Taylor continues, “What we have in common is our baptism, that turning point in each one of our lives when we were received into the household of God and charged to confess the faith of Christ crucified, proclaim his resurrection and share in his eternal priesthood.  Our baptisms are our ordinations, the moments at which we are set apart as God’s people to share Christ’s ministry, whether or not we ever wear clerical collars to have the title Reverend in front of our names.  From the moment we are baptized and the sign of the cross is made on our foreheads, we are marked as Christ’s own forever.” 

 

The baptismal vows that parents take on behalf of their children set the mark and seal for that child as a partner with God in the work of peace and reconciliation, pointing to a time beyond the moment yet within any given moment where God’s realm of justice and joy can be known.  As partners with God we sometimes help create it and sometimes merely point to it.  It makes us all preachers and teachers in our own way. 

 

In our tradition, we celebrate two sacraments—baptism and the Lord’s Supper.  What they share is basic; both point beyond the moment to a deeper truth about what it means to live as God’s people in the world.  If baptism marks our vocation as God’s disciple, the Lord’s Supper is our reminder that each day, and all that is common in it, can occasion awareness of the holy.  The most ordinary things are signs of grace.

 

Through the sacraments, we are invited to see the world through god’s eyes, to hear with God’s ears, and speak with God’s words so that the distance between God’s ways and the world’s might be shortened if only for a moment.

 

As pastors we are called to lead the services of sacrament, but the sacraments do not belong to us.  They are, in the words of the old catechism, the gifts of God for the people of God. 
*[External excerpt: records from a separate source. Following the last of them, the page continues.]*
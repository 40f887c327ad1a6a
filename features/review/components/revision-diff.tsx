'use client';

import { useQuery } from '@tanstack/react-query';
import { useId, useState } from 'react';

import { ErrorState } from '@/components/ui/error-state';
import { Select } from '@/components/ui/field';
import { errorMessage } from '@/lib/api/client';

import { fetchDiff, fetchRevisions, reviewKeys } from '../api/review-api';
import { useInBrowser } from '@/lib/use-in-browser';
import { RevisionDiffView } from './revision-diff-view';

/**
 * What changed between two revisions of a board (or an issued revision and the live
 * draft), with pickers for both. Self-contained, so the board page can embed it.
 */
export function RevisionDiff({ boardId }: { boardId: string }) {
  // Its revisions load in the browser: the server renders what it would show until then
  if (!useInBrowser()) return <p className="text-sm text-ink-soft">Loading revisions…</p>;
  return <RevisionPickers boardId={boardId} />;
}

function RevisionPickers({ boardId }: { boardId: string }) {
  const id = useId();
  const list = useQuery({ queryKey: reviewKeys.revisions(boardId), queryFn: () => fetchRevisions(boardId) });
  const [picked, setPicked] = useState<{ from?: string; to?: string }>({});

  // Defaults: the live draft against the last issue, or the last issue against the one before
  const issued = list.data?.revisions ?? [];
  const liveIsIssued = issued.some((r) => r.revision === list.data?.current.revision);
  const options = [
    ...(liveIsIssued
      ? []
      : [{ value: 'current', label: `Revision ${list.data?.current.revision ?? ''} (live draft)` }]),
    ...issued.map((r) => ({ value: String(r.revision), label: `Revision ${r.revision} (issued)` })),
  ];
  const to = picked.to ?? options[0]?.value;
  const from = picked.from ?? options[1]?.value;
  const diff = useQuery({
    queryKey: reviewKeys.diff(boardId, from ?? '', to ?? ''),
    queryFn: () => fetchDiff(boardId, from!, to!),
    enabled: !!from && !!to,
  });

  if (list.isError) return <ErrorState message={errorMessage(list.error)} onRetry={() => list.refetch()} />;
  if (list.isPending) return <p className="text-sm text-ink-soft">Loading revisions…</p>;
  if (options.length < 2) {
    return <p className="text-sm text-ink-soft">Nothing to compare yet: the board has no earlier issued revision.</p>;
  }
  return (
    <div className="space-y-3">
      <div className="flex flex-wrap items-end gap-3">
        <div className="flex flex-col gap-1">
          <label htmlFor={`${id}-from`} className="text-xs font-medium text-ink-soft">
            From
          </label>
          <Select id={`${id}-from`} value={from} onChange={(e) => setPicked((p) => ({ ...p, from: e.target.value }))}>
            {options.map((o) => (
              <option key={o.value} value={o.value}>
                {o.label}
              </option>
            ))}
          </Select>
        </div>
        <div className="flex flex-col gap-1">
          <label htmlFor={`${id}-to`} className="text-xs font-medium text-ink-soft">
            To
          </label>
          <Select id={`${id}-to`} value={to} onChange={(e) => setPicked((p) => ({ ...p, to: e.target.value }))}>
            {options.map((o) => (
              <option key={o.value} value={o.value}>
                {o.label}
              </option>
            ))}
          </Select>
        </div>
      </div>
      {diff.isError ? <ErrorState message={errorMessage(diff.error)} onRetry={() => diff.refetch()} /> : null}
      {diff.data ? (
        <RevisionDiffView diff={diff.data} />
      ) : diff.isFetching ? (
        <p className="text-sm text-ink-soft">Comparing…</p>
      ) : null}
    </div>
  );
}
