import Link from 'next/link';

import { Caution } from '@/components/ui/caution';
import { PageHeader } from '@/components/ui/page-header';
import { StatusBadge } from '@/components/ui/status-badge';
import { allows } from '@/lib/boards/lifecycle';
import type { ReviewPageData } from '@/lib/boards/review-page-data';
import { deviceName, fedFromWords } from '@/lib/names';
import { pct, supplyInUseWords } from '@/lib/sites/supply-words';

import { CommentThread } from './comment-thread';
import { CommentForm, DecisionArea, DecisionButtons, ReturnForm } from './review-islands';
import { RevisionDiff } from './revision-diff';
import { ReviewSelectivity } from './review-selectivity';
import { WaysTable } from './ways-table';

const fmt = (v: number | null | undefined, d: number) => (v === null || v === undefined ? '—' : v.toFixed(d));

/**
 * The inspector's review of a board: every way with its sizing and comments, and the decision.
 * Rendered on the server, except the ways table, which the browser draws from its rows
 * (ways-table.tsx), and the small client parts of review-islands.tsx (the decision, the comment
 * forms).
 */
export function ReviewView({
  data,
  canReview,
  canComment,
}: {
  data: ReviewPageData;
  canReview: boolean;
  canComment: boolean;
}) {
  const { board, summary } = data;
  const fails = summary?.counts.fails ?? 0;
  // Approve and return are offered while the lifecycle allows them (in review)
  const inReview = allows(board.status, 'approve');
  const boardSummary = { id: board.id, name: board.name, siteName: board.siteName, location: board.location };
  const supply = supplyInUseWords(board.supply, board.derivedSupply);
  // Fed from another board's way: where from, and what the sub-mains above used of the volt drop
  const fed = board.derivedSupply?.from === 'way' && !board.derivedSupply.problem ? board.derivedSupply : null;

  return (
    <DecisionArea>
      <div className="space-y-6">
        <PageHeader
          eyebrow={
            <Link href={`/boards/${board.id}`} className="hover:text-ink">
              ← {board.name}
            </Link>
          }
          title={`Review: ${board.name}`}
          description={
            <span className="inline-flex flex-wrap items-center gap-2">
              {board.siteName}
              {board.location ? ` · ${board.location}` : ''} · revision {board.revision}{' '}
              <StatusBadge status={board.status} />
            </span>
          }
          actions={
            <>
              <Link
                href={`/boards/${board.id}/schedule`}
                className="text-sm font-medium text-copper-dark underline-offset-2 hover:underline"
              >
                Schedule
              </Link>
              {canReview && inReview ? <DecisionButtons board={boardSummary} issue={data.issue} /> : null}
            </>
          }
        />
        <Caution />
        {!inReview ? (
          <p className="rounded-md border border-line bg-paper-raised px-3 py-2 text-sm text-ink-soft">
            This board is not in review, so it cannot be approved or returned now. Comments can still be added.
          </p>
        ) : null}
        {canReview && inReview && fails > 0 ? (
          <p className="rounded-md border border-verdict-fail/30 bg-verdict-fail-bg px-3 py-2 text-sm text-ink">
            {fails} way(s) fail a check. Return the board to the designer, or issue it as it is (the confirmation asks).
          </p>
        ) : null}
        {canReview && inReview && data.issue.refusal ? (
          <p role="note" className="rounded-md border border-line bg-paper-raised px-3 py-2 text-sm text-ink">
            {data.issue.refusal.message}
          </p>
        ) : null}
        {canReview && inReview ? <ReturnForm boardId={board.id} /> : null}

        <section className="grid gap-4 rounded-card border border-line bg-paper-raised p-4 text-sm sm:grid-cols-2 lg:grid-cols-4">
          <div>
            <h2 className="text-xs font-semibold uppercase tracking-wide text-ink-soft">Supply</h2>
            {/* What the board is sized with: carried down the site's tree when it is fed from another board */}
            <p title={supply.title}>
              {supply.supply.earthing} · Uo {supply.supply.uoV} V · {supply.values}
            </p>
            <p>
              {board.phases === 3 ? 'Three-phase' : 'Single-phase'}, {board.supply.source} supply
            </p>
            {fed ? (
              <p>
                Fed from {fedFromWords(fed.fedFrom)}
                {fed.vdUsed ? ` · volt drop used above ${pct(fed.vdUsed.value)}` : ''}
              </p>
            ) : null}
          </div>
          <div>
            <h2 className="text-xs font-semibold uppercase tracking-wide text-ink-soft">Incoming</h2>
            <p>
              {deviceName({ kind: board.incoming.kind, ratingA: board.incoming.ratingA })}
              {board.incoming.busbarRatingA ? `, busbar ${board.incoming.busbarRatingA} A` : ''}
            </p>
            <p>{summary?.incomingCheck.message}</p>
          </div>
          <div>
            <h2 className="text-xs font-semibold uppercase tracking-wide text-ink-soft">Demand</h2>
            <p>Maximum demand {fmt(summary?.maxDemandA, 1)} A</p>
            <p>Connected {fmt((summary?.connectedLoadW ?? 0) / 1000, 2)} kW</p>
          </div>
          <div>
            <h2 className="text-xs font-semibold uppercase tracking-wide text-ink-soft">Ways</h2>
            {summary ? (
              <p>
                {summary.counts.passes} pass, {summary.counts.nearLimit} near limit, {fails} fail,{' '}
                {summary.counts.spare} spare
              </p>
            ) : (
              <p className="text-verdict-fail">
                Not sized: {data.sizingIssues.map((i) => `${i.path}: ${i.message}`).join('; ')}
              </p>
            )}
          </div>
          {fed ? (
            <div className="sm:col-span-2 lg:col-span-4">
              <ReviewSelectivity siteId={board.siteId} boardId={board.id} />
            </div>
          ) : null}
          {summary?.failing.length ? (
            <div className="sm:col-span-2 lg:col-span-4">
              <h2 className="text-xs font-semibold uppercase tracking-wide text-ink-soft">Board checks that fail</h2>
              <ul className="list-disc pl-5 text-verdict-fail">
                {summary.failing.map((message) => (
                  <li key={message}>{message}</li>
                ))}
              </ul>
            </div>
          ) : null}
        </section>

        <section
          aria-labelledby="ways-heading"
          // relative: the table's screen-reader-only words are placed inside this scrolling box,
          // not beside it, where they made a phone's page wider than the screen
          className="relative overflow-x-auto rounded-card border border-line bg-paper-raised"
        >
          <h2 id="ways-heading" className="sr-only">
            Ways
          </h2>
          <WaysTable boardId={board.id} rows={data.rows} canComment={canComment} />
        </section>

        <section className="grid gap-6 lg:grid-cols-2">
          <div className="space-y-3 rounded-card border border-line bg-paper-raised p-4">
            <h2 className="text-base font-semibold">Comments on the board</h2>
            <CommentThread comments={data.comments.filter((c) => !c.wayId)} />
            {canComment ? <CommentForm boardId={board.id} wayId={null} label="Comment on the whole board" /> : null}
          </div>
          <div className="space-y-3 rounded-card border border-line bg-paper-raised p-4">
            <h2 className="text-base font-semibold">Changes between revisions</h2>
            <RevisionDiff boardId={board.id} />
          </div>
        </section>
      </div>
    </DecisionArea>
  );
}
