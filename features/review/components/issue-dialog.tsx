'use client';

import { useMutation } from '@tanstack/react-query';
import { useRouter } from 'next/navigation';
import { useState } from 'react';
import { toast } from 'sonner';

import { Button } from '@/components/ui/button';
import { Dialog, DialogActions } from '@/components/ui/dialog';
import { FormAlert } from '@/components/ui/form-alert';
import { ApiError, errorMessage } from '@/lib/api/client';
import type { BoardDto } from '@/lib/boards/types';
import type { IssuePreview } from '@/lib/boards/review-types';
import { plural } from '@/lib/names';

import { postApprove } from '../api/review-api';

type Props = {
  open: boolean;
  onClose: () => void;
  board: Pick<BoardDto, 'id' | 'name' | 'siteName' | 'location'>;
  issue: IssuePreview;
};

/**
 * The confirmation before a board is issued: what is issued (board, revision, how many ways
 * and how they size up), and the issuer's name typed as their declaration. A board with failing
 * ways needs one more tick.
 */
export function IssueDialog({ open, onClose, board, issue }: Props) {
  const router = useRouter();
  const [name, setName] = useState('');
  const [acknowledge, setAcknowledge] = useState(false);
  const { passes, nearLimit, fails } = issue.verdicts;
  const approve = useMutation({
    mutationFn: () =>
      postApprove(board.id, {
        declaration: name,
        revision: issue.revision,
        ...(fails > 0 ? { acknowledgeFailures: acknowledge } : {}),
      }),
    onSuccess: (r) => {
      toast.success(`Issued as revision ${r.revision}. The designer has been e-mailed.`);
      onClose();
      router.refresh();
    },
  });
  const nameIssue =
    approve.error instanceof ApiError ? approve.error.issues.find((i) => i.path === 'declaration')?.message : undefined;
  const blocked = !name.trim() || (fails > 0 && !acknowledge) || approve.isPending;
  return (
    <Dialog open={open} onClose={onClose} title={`Issue ${board.name}?`}>
      <dl className="grid grid-cols-[auto_1fr] gap-x-4 gap-y-1 text-sm" aria-label="What is issued">
        <dt className="text-ink-soft">Board</dt>
        <dd className="font-medium text-ink">
          {board.name} · {board.siteName}
          {board.location ? ` · ${board.location}` : ''}
        </dd>
        <dt className="text-ink-soft">Issued as</dt>
        <dd className="font-medium text-ink">revision {issue.revision}</dd>
        <dt className="text-ink-soft">Ways</dt>
        <dd className="text-ink">{issue.ways}</dd>
        <dt className="text-ink-soft">Verdicts</dt>
        <dd className="text-ink">
          {passes} pass · {nearLimit} near the limit · {fails} fail
        </dd>
      </dl>
      {fails > 0 ? (
        <label className="mt-3 flex items-start gap-2 rounded-md border border-verdict-fail/30 bg-verdict-fail-bg px-3 py-2 text-sm text-ink">
          <input
            type="checkbox"
            checked={acknowledge}
            onChange={(e) => setAcknowledge(e.target.checked)}
            className="mt-1"
          />
          {plural(fails, 'way fails', 'ways fail')} a check. I issue the board as it is.
        </label>
      ) : null}
      <p className="mt-4 text-sm leading-relaxed text-ink">
        By typing your name you declare that you have reviewed this design and issue it as revision {issue.revision}.
        Your name is recorded with the revision and in the audit trail.
      </p>
      <label className="mt-2 block text-sm font-medium text-ink">
        Your full name
        <input
          value={name}
          onChange={(e) => setName(e.target.value)}
          autoComplete="off"
          aria-invalid={!!nameIssue}
          className="mt-1 w-full rounded-md border border-line-strong bg-paper px-3 py-2 text-sm focus:border-copper focus:outline-none"
        />
      </label>
      {nameIssue ? <p className="mt-1 text-xs font-medium text-verdict-fail">{nameIssue}</p> : null}
      {approve.isError && !nameIssue ? <FormAlert className="mt-3">{errorMessage(approve.error)}</FormAlert> : null}
      <DialogActions>
        <Button variant="secondary" onClick={onClose} disabled={approve.isPending}>
          Not yet
        </Button>
        <Button onClick={() => approve.mutate()} disabled={blocked}>
          {approve.isPending ? 'Issuing…' : `Issue revision ${issue.revision}`}
        </Button>
      </DialogActions>
    </Dialog>
  );
}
At the font and the table, we discover and we are reminded what it means to be God’s people—that we share a common vocation regardless of our work. 

 

And if we do our work here well, and by work I mean Liturgy (from the Greek liturgeia which means work of the people), then we leave here with a clearer sense of our vocation, regardless of our office.

 

We gather to hear and to handle things holy … and in the process, the holy handles us, our spirits are tuned to recognize the holy as it is hidden in things beyond this place, in moments that are like what happens here, in words and meals and gifts and graces that are shared in the sacrament of life.

 

We are, each of us, ministers of those truths, preachers of that gospel with a shared vocation to be God's people in the world, witnesses to the glad good news.  Amen.